Directions for this task: Check each line of the data below for the word "newest", then extract the ones that have it.
- Opening Delimiter -
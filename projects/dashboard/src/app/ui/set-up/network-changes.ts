import type { OutOf } from '#shared/contracts/endpoint';
import * as contract from '#shared/contracts/set-up';
import type { getNetwork } from '#shared/contracts/set-up-help';
import type { Api } from '../../core/api/api';
import { amountToType } from '../parse-amount';
import type { ChangeOf } from './change-of';
import { currencyChoices } from './choices';
import { textOf } from './field';
import { centsOrNull, shareOf, shareOrNull, shareToType } from './read-field';

type Network = OutOf<typeof getNetwork>;

/** Name, currency, first fee, target and claim limit of the network. */
export function networkChange(api: Api, network: Network): ChangeOf<Network> {
  return {
    label: 'The network',
    act: network.feeRate === null ? 'Save the network' : 'Save the changes',
    fields: [
      { key: 'name', label: 'Name of the network', kind: 'text' },
      {
        key: 'currency',
        label: 'Currency',
        kind: 'choice',
        choices: currencyChoices(),
        hint: 'One for the whole network. Changing it converts no amount.',
      },
      {
        key: 'feeRate',
        label: 'Network fee from the start, % of the bill',
        kind: 'percent',
        hint: 'Before tax; 0 where there is none. A later fee has a day of its own.',
      },
      {
        key: 'targetMarginShare',
        label: 'Target margin, %',
        kind: 'percent',
        need: 'optional',
        hint: 'What Quote aims at, unless a branch has its own. Can wait; no finished car moves.',
      },
      {
        key: 'claimLimitCents',
        label: 'A branch decides claims up to',
        kind: 'money',
        need: 'optional',
        hint: 'Above it head office decides. Empty: a branch decides all its claims.',
      },
    ],
    start: {
      name: network.feeRate === null ? '' : network.name,
      currency: network.currency,
      feeRate: shareToType(network.feeRate),
      targetMarginShare: shareToType(network.targetMarginShare),
      claimLimitCents:
        network.claimLimitCents === null ? '' : amountToType(network.claimLimitCents),
    },
    change: (typed) => {
      const feeRate = shareOf(typed, 'feeRate');
      return feeRate === network.feeRate ? undefined : { kind: 'fee', from: null, feeRate };
    },
    save: (typed) =>
      api.call(contract.putNetwork, {
        body: {
          name: textOf(typed, 'name'),
          currency: textOf(typed, 'currency'),
          feeRate: shareOf(typed, 'feeRate'),
          targetMarginShare: shareOrNull(typed, 'targetMarginShare'),
          claimLimitCents: centsOrNull(typed, 'claimLimitCents'),
        },
      }),
  };
}

/** Another network fee from a day on. */
export function feeChange(api: Api, today: string): ChangeOf<OutOf<typeof contract.putFee>> {
  return {
    label: 'A fee from a day on',
    act: 'Save the fee',
    after: 'clear',
    fields: [
      {
        key: 'from',
        label: 'From the day',
        kind: 'date',
        hint: 'Cars finished on that day and after it pay this fee.',
      },
      { key: 'feeRate', label: 'Network fee, % of the bill', kind: 'percent' },
    ],
    start: { from: today },
    change: (typed) => ({
      kind: 'fee',
      from: textOf(typed, 'from'),
      feeRate: shareOf(typed, 'feeRate'),
    }),
    save: (typed) =>
      api.call(contract.putFee, {
        params: { from: textOf(typed, 'from') },
        body: { feeRate: shareOf(typed, 'feeRate') },
      }),
  };
}
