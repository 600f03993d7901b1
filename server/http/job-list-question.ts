import type { ListFilters } from '#db/queries/job-list';
import type { Scope } from '#db/scope';
import type { FieldProblem } from '#shared/contracts/fields';
import type { jobsQuery } from '#shared/contracts/job-list';
import { localDate } from '#shared/domain/calendar';
import { breaksOfPeriod } from '#shared/domain/period';
import { refuseInput } from '#shared/domain/refusal';
import { placesMask } from '#shared/domain/rot-places';
import { AGE_BANDS } from '#shared/domain/vocabulary';
import type * as z from 'zod';
import type { Kit } from '../kit';
import { findPackages } from './scope-question';

type JobsQuery = Omit<z.output<typeof jobsQuery>, 'limit' | 'cursor' | 'sort'>;

/** Reads the filters of the list of jobs, which has no default period. */
export function jobListQuestion(
  kit: Kit,
  allowed: Scope,
  query: JobsQuery,
): { scope: Scope; filters: ListFilters; todayByBranch: Record<string, string> } {
  const scope = allowed.narrow(query);
  const { from, to } = query;
  const problems: FieldProblem[] =
    from !== undefined && to !== undefined ? breaksOfPeriod({ from, to }) : [];
  const packageIds = findPackages(kit, query.package);
  const productId = findProduct(kit, query.product, problems);
  problems.push(...breaksOfPairs(query));
  if (problems.length > 0) throw refuseInput(problems);
  const now = kit.clock.now();
  return {
    scope,
    filters: {
      from,
      to,
      packageIds,
      bodyTypes: query.bodyType,
      make: query.make,
      model: query.model,
      ageBandIndex: query.ageBand && AGE_BANDS.indexOf(query.ageBand),
      unbilled: query.unbilled,
      hasRot: query.hasRot,
      hasEstimate: query.hasEstimate,
      rotPlaces: query.zone && placesMask(query.zone, query.side),
      productId,
      productUse: query.use,
      text: query.q,
    },
    todayByBranch: Object.fromEntries(
      scope.branches.map(({ code, timeZone }) => [code, localDate(now, timeZone)]),
    ),
  };
}

/** The id of the product asked for; an unknown code is named, as that of a package is (rule 60). */
function findProduct(
  kit: Kit,
  code: string | undefined,
  problems: FieldProblem[],
): number | undefined {
  const id = code === undefined ? undefined : kit.store.state.productId(code);
  if (code !== undefined && id === undefined) {
    problems.push({ path: '/query/product', message: 'no product has this code' });
  }
  return id;
}

/** Filters that say something only beside another. */
function breaksOfPairs({ zone, side, product, use }: JobsQuery): FieldProblem[] {
  return [
    ...(side !== undefined && zone === undefined
      ? [{ path: '/query/side', message: 'needs a zone' }]
      : []),
    ...(use !== undefined && product === undefined
      ? [{ path: '/query/use', message: 'needs a product' }]
      : []),
  ];
}
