import express, { type Request, type Response } from 'express';
import { HttpProblem } from './problem';

const READING = { strict: false, type: 'application/json', verify: refuseEmpty };
const SINGLE = express.json({ ...READING, limit: '2mb' });
const BATCH = express.json({ ...READING, limit: '32mb' });

/** Reads a JSON body: 415 for another type, 413 when too large, 400 when it is not JSON. */
export async function readBody(
  request: Request,
  response: Response,
  size: 'single' | 'batch',
): Promise<unknown> {
  if (!request.is('application/json')) {
    const empty = request.headers['content-length'] === '0' || !hasBody(request);
    throw empty ? noBody() : new HttpProblem(415, 'Not JSON', 'Send the body as application/json.');
  }
  await new Promise<void>((resolve, reject) => {
    (size === 'batch' ? BATCH : SINGLE)(request, response, (error?: unknown) => {
      if (error === undefined) resolve();
      else reject(bodyProblem(error));
    });
  });
  return request.body as unknown;
}

function hasBody(request: Request): boolean {
  return 'content-length' in request.headers || 'transfer-encoding' in request.headers;
}

function noBody(): HttpProblem {
  return new HttpProblem(400, 'No body', 'This call needs a JSON body.');
}

/** The reader takes no text at all for an empty object; it is no JSON. */
function refuseEmpty(_request: unknown, _response: unknown, body: Buffer): void {
  if (body.length === 0) throw noBody();
}

function bodyProblem(error: unknown): unknown {
  if (error instanceof HttpProblem) return error;
  const type = error instanceof Error && 'type' in error ? error.type : undefined;
  const status = error instanceof Error && 'status' in error ? Number(error.status) : 500;
  if (type === 'entity.too.large') {
    return new HttpProblem(413, 'Too large', 'The body is too large; send it in smaller pieces.');
  }
  if (type === 'entity.parse.failed') {
    return new HttpProblem(400, 'Not JSON', 'The body is not valid JSON.');
  }
  if (status === 415) {
    return new HttpProblem(415, 'Not readable', 'Send the body as UTF-8 JSON.');
  }
  if (status >= 400 && status < 500) {
    return new HttpProblem(400, 'Not readable', 'The body could not be read to its end.');
  }
  return error;
}
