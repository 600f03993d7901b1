import type { Response } from 'express';

/** A download that takes nothing for so long is given up, because it holds a thread and an old state of the database. */
const PATIENCE_MS = 60_000;

/** Chunks of a CSV file, made as they are taken. */
export interface CsvChunks extends AsyncIterable<string> {
  /** Wants no more. */
  cancel(): void;
}

/**
 * Streams a CSV file as a download at the pace at which it is taken. Nothing is sent before the first chunk is there, so that
 * a failure before it is answered as any other; one after it breaks the connection, because a polite end would make a cut file
 * look whole. A reader who leaves ends the work.
 */
export async function streamCsv(
  response: Response,
  filename: string,
  chunks: CsvChunks,
  patienceMs: number = PATIENCE_MS,
): Promise<void> {
  const leave = (): void => chunks.cancel();
  response.once('close', leave);
  try {
    for await (const chunk of chunks) {
      if (!response.headersSent) {
        response
          .status(200)
          .set('Content-Type', 'text/csv; charset=utf-8; header=present')
          .set('Content-Disposition', `attachment; filename="${filename}"`);
      }
      if (!response.write(chunk)) await waitForRoom(response, patienceMs);
    }
    response.off('close', leave);
    response.end();
  } catch (error) {
    // Gone before the end: there is nobody left to tell.
    if (response.closed) return;
    if (response.headersSent) response.destroy();
    throw error;
  } finally {
    chunks.cancel();
  }
}

/** Settles when the response takes more; throws when it is closed or takes nothing for too long. */
function waitForRoom(response: Response, patienceMs: number): Promise<void> {
  return new Promise((resolve, reject) => {
    const settle = (act: () => void) => (): void => {
      clearTimeout(timer);
      response.off('drain', drained).off('close', closed);
      act();
    };
    const drained = settle(resolve);
    const closed = settle(() => reject(new Error('the reader of an export left')));
    const timer = setTimeout(
      settle(() => reject(new Error('the reader of an export took nothing for too long'))),
      patienceMs,
    );
    response.once('drain', drained).once('close', closed);
  });
}
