import { ChangeDetectionStrategy, Component, computed, input } from '@angular/core';
import type { Column } from '../data-table/column';
import { DataTable } from '../data-table/data-table';
import { formatShortDate } from '../format';

/** A cost or rate with the day it is valid from; `null`: from the start. */
export interface DatedCost {
  readonly from: string | null;
  readonly text: string;
}

/** Costs by the day they are valid from, newest first, today's marked. */
@Component({
  selector: 'us-dated-costs',
  imports: [DataTable],
  template: `
    @if (rows().length > 0) {
      <us-data-table [label]="label()" [columns]="columns()" [rows]="ordered()" />
    } @else {
      <p class="us-small us-quiet">{{ none() }}</p>
    }
  `,
  styles: `
    :host {
      display: block;
      max-width: 420px;
      margin-bottom: 16px;
    }
  `,
  changeDetection: ChangeDetectionStrategy.OnPush,
})
export class DatedCosts {
  readonly label = input.required<string>();
  /** What the cost is of: "An hour". */
  readonly heading = input.required<string>();
  readonly rows = input.required<readonly DatedCost[]>();
  readonly today = input.required<string>();
  /** What it means that there is none yet. */
  readonly none = input.required<string>();

  protected readonly ordered = computed(() =>
    [...this.rows()].sort((a, b) => (b.from ?? '').localeCompare(a.from ?? '')),
  );
  private readonly current = computed(() => costOfDay(this.rows(), this.today()));
  protected readonly columns = computed((): Column<DatedCost>[] => [
    {
      key: 'from',
      label: 'From',
      text: (row) => (row.from === null ? 'the start' : formatShortDate(row.from)),
      quiet: (row) =>
        row === this.current() ? 'now' : (row.from ?? '') > this.today() ? 'to come' : undefined,
    },
    { key: 'cost', label: this.heading(), kind: 'number', text: (row) => row.text },
  ]);
}

/** The one valid on a day: the newest that had begun by then. */
export function costOfDay<Row extends { readonly from: string | null }>(
  rows: readonly Row[],
  day: string,
): Row | undefined {
  return rows
    .filter(({ from }) => from === null || from <= day)
    .reduce<Row | undefined>(
      (newest, row) => ((row.from ?? '') >= (newest?.from ?? '') ? row : newest),
      undefined,
    );
}
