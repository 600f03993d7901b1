import { corrosivityWords } from './corrosivity-words';
import { climateTyped, wrongInClimate } from './region-changes';

const COAST = {
  temperatureC: '9.5',
  humidityPct: '81',
  so2Deposition: '4',
  chlorideDeposition: '60',
};

describe('climateTyped', () => {
  it('four means typed, is the climate', () => {
    expect(climateTyped(COAST)).toEqual({
      temperatureC: 9.5,
      humidityPct: 81,
      so2Deposition: 4,
      chlorideDeposition: 60,
    });
  });

  it('one of four missing, is none, and the missing one is told rather than dropped', () => {
    const typed = { ...COAST, so2Deposition: '' };
    expect(climateTyped(typed)).toBeUndefined();
    expect(Object.keys(wrongInClimate(typed))).toEqual(['so2Deposition']);
  });

  it('all four empty, is none and nothing is wrong', () => {
    const typed = { temperatureC: '', humidityPct: '', so2Deposition: '', chlorideDeposition: '' };
    expect(climateTyped(typed)).toBeUndefined();
    expect(wrongInClimate(typed)).toEqual({});
  });

  it('more than all the water air can hold, is told between what it can lie', () => {
    expect(wrongInClimate({ ...COAST, humidityPct: '104' })).toEqual({
      humidityPct: 'Between 0 and 100.',
    });
  });
});

describe('corrosivityWords', () => {
  it('air within the fitted range, is a rate and a category without a caveat', () => {
    const climate = {
      temperatureC: 9.5,
      humidityPct: 81,
      so2Deposition: 4,
      chlorideDeposition: 60,
    };
    // ISO 9223:2012, equation (1): 1.77·4^0.52·e^(0.02·81 − 0.15·0.5) + 0.102·60^0.62·e^(0.033·81 + 0.04·9.5) = 44.0.
    expect(corrosivityWords(climate)).toEqual({
      rate: '44\u202fµm a year',
      category: 'C3, medium',
      caveat: undefined,
    });
  });

  it('air cleaner than any the formula was fitted on, says that it lies outside', () => {
    const climate = { temperatureC: 2, humidityPct: 70, so2Deposition: 0, chlorideDeposition: 0 };
    expect(corrosivityWords(climate).caveat).toMatch(/^Outside the fitted range/);
  });

  it('beyond all categories, names none', () => {
    const climate = {
      temperatureC: 50,
      humidityPct: 93,
      so2Deposition: 150,
      chlorideDeposition: 760,
    };
    expect(corrosivityWords(climate).category).toBe('above CX: the standard names no category');
  });
});
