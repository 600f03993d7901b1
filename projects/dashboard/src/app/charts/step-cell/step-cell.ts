import { ChangeDetectionStrategy, Component, computed, input } from '@angular/core';

const WIDTH = 96;
const HEIGHT = 18;

/**
 * A signed step as a bar from zero, on one scale for all columns of a table. Its number stands beside it, so it is not heard.
 */
@Component({
  selector: 'us-step-cell',
  template: `
    <svg [attr.width]="width" [attr.height]="height" aria-hidden="true">
      @if (bar(); as b) {
        <rect
          [attr.class]="value() < 0 ? 'less' : 'more'"
          y="3"
          height="12"
          [attr.x]="b.x"
          [attr.width]="b.width"
        />
      }
      <line class="zero" y1="0" [attr.x1]="width / 2" [attr.x2]="width / 2" [attr.y2]="height" />
    </svg>
  `,
  styles: `
    :host {
      display: inline-block;
      vertical-align: middle;
    }
    svg {
      display: block;
      overflow: visible;
    }
    .more,
    .less {
      stroke: var(--us-ink);
      stroke-width: 0.75;
    }
    .more {
      fill: var(--us-ink);
    }
    .less {
      fill: var(--us-sheet);
    }
    .zero {
      stroke: var(--us-zinc);
      stroke-width: 1.25;
    }
  `,
  changeDetection: ChangeDetectionStrategy.OnPush,
})
export class StepCell {
  readonly value = input.required<number>();
  /** The largest step of the table, whatever its sign. */
  readonly reach = input.required<number>();

  protected readonly width = WIDTH;
  protected readonly height = HEIGHT;
  protected readonly bar = computed(() => {
    const width = (Math.min(1, Math.abs(this.value()) / (this.reach() || 1)) * WIDTH) / 2;
    return { x: this.value() < 0 ? WIDTH / 2 - width : WIDTH / 2, width };
  });
}
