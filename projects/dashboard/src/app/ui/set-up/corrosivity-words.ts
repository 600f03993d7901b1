import { corrosionRate } from '#shared/stats/iso-corrosivity';
import { formatNumber } from '../format';
import type { Climate } from './region-changes';

/** How a climate rusts bare steel, in words. */
export interface CorrosivityWords {
  readonly rate: string;
  readonly category: string;
  /** That the formula was not made for such air; nothing where it was. */
  readonly caveat: string | undefined;
}

const CATEGORY_NAMES = {
  C1: 'very low',
  C2: 'low',
  C3: 'medium',
  C4: 'high',
  C5: 'very high',
  CX: 'extreme',
} as const;

/** The first year's corrosion of bare carbon steel in a climate (ISO 9223), and its category. */
export function corrosivityWords(climate: Climate): CorrosivityWords {
  const { umPerYear, category, outsideFittedRange } = corrosionRate(climate);
  return {
    rate: `${formatNumber(umPerYear, umPerYear < 10 ? 1 : 0)}\u202fµm a year`,
    category: category
      ? `${category}, ${CATEGORY_NAMES[category]}`
      : 'above CX: the standard names no category',
    caveat: outsideFittedRange
      ? 'Outside the fitted range: the formula was made from milder or cleaner places; take the figure as a hint.'
      : undefined,
  };
}
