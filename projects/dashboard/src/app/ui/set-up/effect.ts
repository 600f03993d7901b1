import { ChangeDetectionStrategy, Component, computed, inject, input } from '@angular/core';
import { type PlannedChange, tellEffect } from '#shared/contracts/set-up-help';
import { Api } from '../../core/api/api';
import { Catalogue } from '../../core/catalogue/catalogue';
import { Trouble } from '../trouble/trouble';
import { effectSentences } from './effect-words';

/** Says which cars and figures a change would move, before it is made. */
@Component({
  selector: 'us-effect',
  imports: [Trouble],
  template: `
    @if (change()) {
      @if (told.problem(); as problem) {
        @if (problem.status !== 422 && problem.status !== 404) {
          <us-trouble>What it moves could not be counted. {{ problem.sentence }}</us-trouble>
        }
      } @else if (sentences(); as said) {
        <h3>Before you save</h3>
        <p>{{ said.join(' ') }}</p>
        <ng-content />
      } @else {
        <p class="us-quiet">Counting the cars this moves…</p>
      }
    }
  `,
  styles: `
    :host {
      display: block;
      font-size: 14px;
      line-height: 20px;
    }
    :host:has(h3) {
      padding: 8px 14px;
      border-inline-start: 3px solid var(--us-tide);
      background: var(--us-paper);
    }
    h3 {
      font-size: 14px;
      line-height: 20px;
    }
  `,
  host: { 'aria-live': 'polite' },
  changeDetection: ChangeDetectionStrategy.OnPush,
})
export class EffectTold {
  /** The change as typed; nothing while it is none yet. */
  readonly change = input<PlannedChange>();

  private readonly catalogue = inject(Catalogue);
  protected readonly told = inject(Api).read(tellEffect, () => {
    const change = this.change();
    return change && { body: { change } };
  });
  protected readonly sentences = computed(() => {
    const change = this.change();
    const effect = this.told.value();
    if (!change || !effect || this.told.refreshing()) return undefined;
    return effectSentences(effect, change, this.catalogue.currency());
  });
  /** Whether all that can be said of the present change stands there, so that it may be saved. */
  readonly said = computed(
    () => !this.change() || this.sentences() !== undefined || this.told.problem() !== undefined,
  );
}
- Closing Delimiter -
Answer:
/** Costs by the day they are valid from, newest first, today's marked. */
/** The one valid on a day: the newest that had begun by then. */
      (newest, row) => ((row.from ?? '') >= (newest?.from ?? '') ? row : newest),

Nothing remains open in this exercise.